From the top of the stack: Patricia Polacco

There's Something About Hensley's - Patricia Polacco

I think it’s fair to say that Michigan’s own Patricia Polacco is truly the Queen of positive aging children’s literature. In her own words she has a “…genuine curiosity for the wonder of living a very long life,” and it is always evident. Many of her more than 50 published books feature an older character that not only warms the heart, but interacts with children in such an affirming way. On her website Ms. Polacco shares that this is no accident—she spent most of her growing up years living with one set of grandparents or the other, and she states, “Personally, I feel that this is the most valuable experience of my life.”

Patricia Polacco’s There’s Something About Hensley’s is an important book, as she highlights an elder valued by his community. “Old John” is the manager of a general store and beloved and respected by the residents of Union City, Michigan, Ms. Polacco’s own hometown. She illustrates her own books and portrays him lovingly, age spots, thin white hair and all. This is a rarity in today’s children’s literature, as is the engaging length of her text. Most current picture books are now under 900 words, many at 500 or less, and the buzz at a kid lit workshop was that only Patricia Polacco is allowed to write stories featuring older people. (This blog post is over 500 words).

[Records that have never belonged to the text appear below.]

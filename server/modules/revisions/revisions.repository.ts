import { and, desc, eq } from 'drizzle-orm'
import type { DbOrTx } from '../../db/client'
import { designRevisions, users } from '../../db/schema'

const listColumns = {
  id: designRevisions.id,
  name: designRevisions.name,
  createdAt: designRevisions.createdAt,
  restoredFrom: designRevisions.restoredFrom,
  authorId: designRevisions.createdBy,
  authorName: users.name,
}

export type RevisionRow = Awaited<ReturnType<typeof listRevisions>>[number]

export async function listRevisions(db: DbOrTx, projectId: string) {
  return db
    .select(listColumns)
    .from(designRevisions)
    .leftJoin(users, eq(users.id, designRevisions.createdBy))
    .where(eq(designRevisions.projectId, projectId))
    .orderBy(desc(designRevisions.createdAt), desc(designRevisions.id))
}

export async function findRevision(db: DbOrTx, projectId: string, revisionId: string) {
  const [row] = await db
    .select({ ...listColumns, design: designRevisions.design })
    .from(designRevisions)
    .leftJoin(users, eq(users.id, designRevisions.createdBy))
    .where(and(eq(designRevisions.projectId, projectId), eq(designRevisions.id, revisionId)))
  return row
}

export async function insertRevision(
  db: DbOrTx,
  input: { projectId: string; name: string; snapshot: Uint8Array; design: unknown; createdBy: string; restoredFrom?: string },
): Promise<string> {
  const [row] = await db.insert(designRevisions).values(input).returning({ id: designRevisions.id })
  return row.id
}
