// Named revisions of a design: a snapshot of the stored Yjs state taken in the room's queue (so it is
// exactly the state at that point), the design JSON read from it, compare (with the analysis run on
// both sides) and restore (the current document becomes the revision's content as a new Yjs update).
import * as Y from 'yjs'
import type { Revision } from '../../../shared/api/revisions.schemas'
import { analyzeDesign } from '../../../shared/analysis'
import { diffDesigns } from '../../../shared/collab/diffDesigns'
import type { Design } from '../../../shared/design/schema'
import type { DocumentHub } from '../../collab/documentHub'
import type { DesignRoom } from '../../collab/designRoom'
import type { Db } from '../../db/client'
import type { Actor } from '../../http/actor'
import { notFound } from '../../http/errors'
import { replacementUpdate } from '../designs/design-state'
import { getProject } from '../projects/projects.service'
import { findRevision, insertRevision, listRevisions, type RevisionRow } from './revisions.repository'

interface Deps {
  db: Db
  hub: DocumentHub
}

function toRevision(row: RevisionRow): Revision {
  return {
    id: row.id,
    name: row.name,
    createdAt: row.createdAt.toISOString(),
    author: row.authorId && row.authorName ? { id: row.authorId, name: row.authorName } : null,
    restoredFrom: row.restoredFrom,
  }
}

async function revisionOrThrow(db: Db, projectId: string, revisionId: string) {
  const row = await findRevision(db, projectId, revisionId)
  if (!row) throw notFound('Revision')
  return row
}

/** Records the room's current state under `name` (in the room's queue: nothing slips in between). */
async function recordRevision(db: Db, room: DesignRoom, input: { name: string; userId: string; restoredFrom?: string }) {
  const { snapshot, design } = await room.exclusive(async () => ({ snapshot: Y.encodeStateAsUpdate(room.doc), design: room.design() }))
  return insertRevision(db, { projectId: room.projectId, name: input.name, snapshot, design, createdBy: input.userId, restoredFrom: input.restoredFrom })
}

async function revisionById(db: Db, projectId: string, id: string): Promise<Revision> {
  return toRevision(await revisionOrThrow(db, projectId, id))
}

export async function getRevisions(deps: Deps, actor: Actor, projectId: string): Promise<Revision[]> {
  await getProject(deps.db, actor, projectId)
  return (await listRevisions(deps.db, projectId)).map(toRevision)
}

export async function createRevision(deps: Deps, actor: Actor, projectId: string, name: string): Promise<Revision> {
  await getProject(deps.db, actor, projectId)
  const id = await deps.hub.withRoom(projectId, (room) => recordRevision(deps.db, room, { name, userId: actor.userId }))
  if (!id) throw notFound('Design')
  return revisionById(deps.db, projectId, id)
}

export async function getRevision(deps: Deps, actor: Actor, projectId: string, revisionId: string) {
  await getProject(deps.db, actor, projectId)
  const row = await revisionOrThrow(deps.db, projectId, revisionId)
  return { revision: toRevision(row), design: row.design as Design }
}

export async function compareRevisions(deps: Deps, actor: Actor, projectId: string, fromId: string, toId: string) {
  await getProject(deps.db, actor, projectId)
  const [from, to] = [await revisionOrThrow(deps.db, projectId, fromId), await revisionOrThrow(deps.db, projectId, toId)]
  const fromDesign = from.design as Design
  const toDesign = to.design as Design
  return {
    from: toRevision(from),
    to: toRevision(to),
    ...diffDesigns(fromDesign, toDesign, analyzeDesign(fromDesign).findings, analyzeDesign(toDesign).findings),
  }
}

/** The current document becomes the revision's content (one Yjs update, live editors see it); a new
 * revision "Restored from …" records the result. Earlier revisions and the update log are kept. */
export async function restoreRevision(deps: Deps, actor: Actor, projectId: string, revisionId: string): Promise<Revision> {
  await getProject(deps.db, actor, projectId)
  const source = await revisionOrThrow(deps.db, projectId, revisionId)
  const id = await deps.hub.withRoom(projectId, async (room) => {
    await room.commitServerChange((doc) => replacementUpdate(doc, source.design as Design), actor.userId)
    return recordRevision(deps.db, room, { name: `Restored from “${source.name}”`, userId: actor.userId, restoredFrom: source.id })
  })
  if (!id) throw notFound('Design')
  return revisionById(deps.db, projectId, id)
}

Something About Hensley’s celebrates the warmth and kindness of Old John and his almost mystical ability to know what the people of his town need. The store is a hub of the community and John Soncrant solves problems for a medley of townspeople young and old. Hensley’s draws in two young sisters new to town and Old John manages to help both the sisters and their single mom. The message of an elder’s wisdom, caring and competence comes through loud and clear.

Next Steps in Challenging Ageism

There are many children’s books out there featuring older people who are ill, on the decline, and needing the help of family and friends. Far too few illustrate an elder in the role of helper. In my own experience, even older adults challenged by illness or disability can very often be the ones to expertly soothe a child or pass on important family legacies, at the very least. In my career working with survivors of stroke I have known many whose accomplishments would knock your socks off. (More on them later). The reality is that there are elders in every community doing good things, but we rarely hear of them and I’d love to see that change.

Talk to kids about the softer skills we see around us every day—the random acts of kindness, the patience shown, the insights, the generosity of time given freely. Read them positive aging children’s literature, starting with those by Patricia Polacco. We can all counter the shows and ads on TV telling us you are worthwhile only when young and beautiful.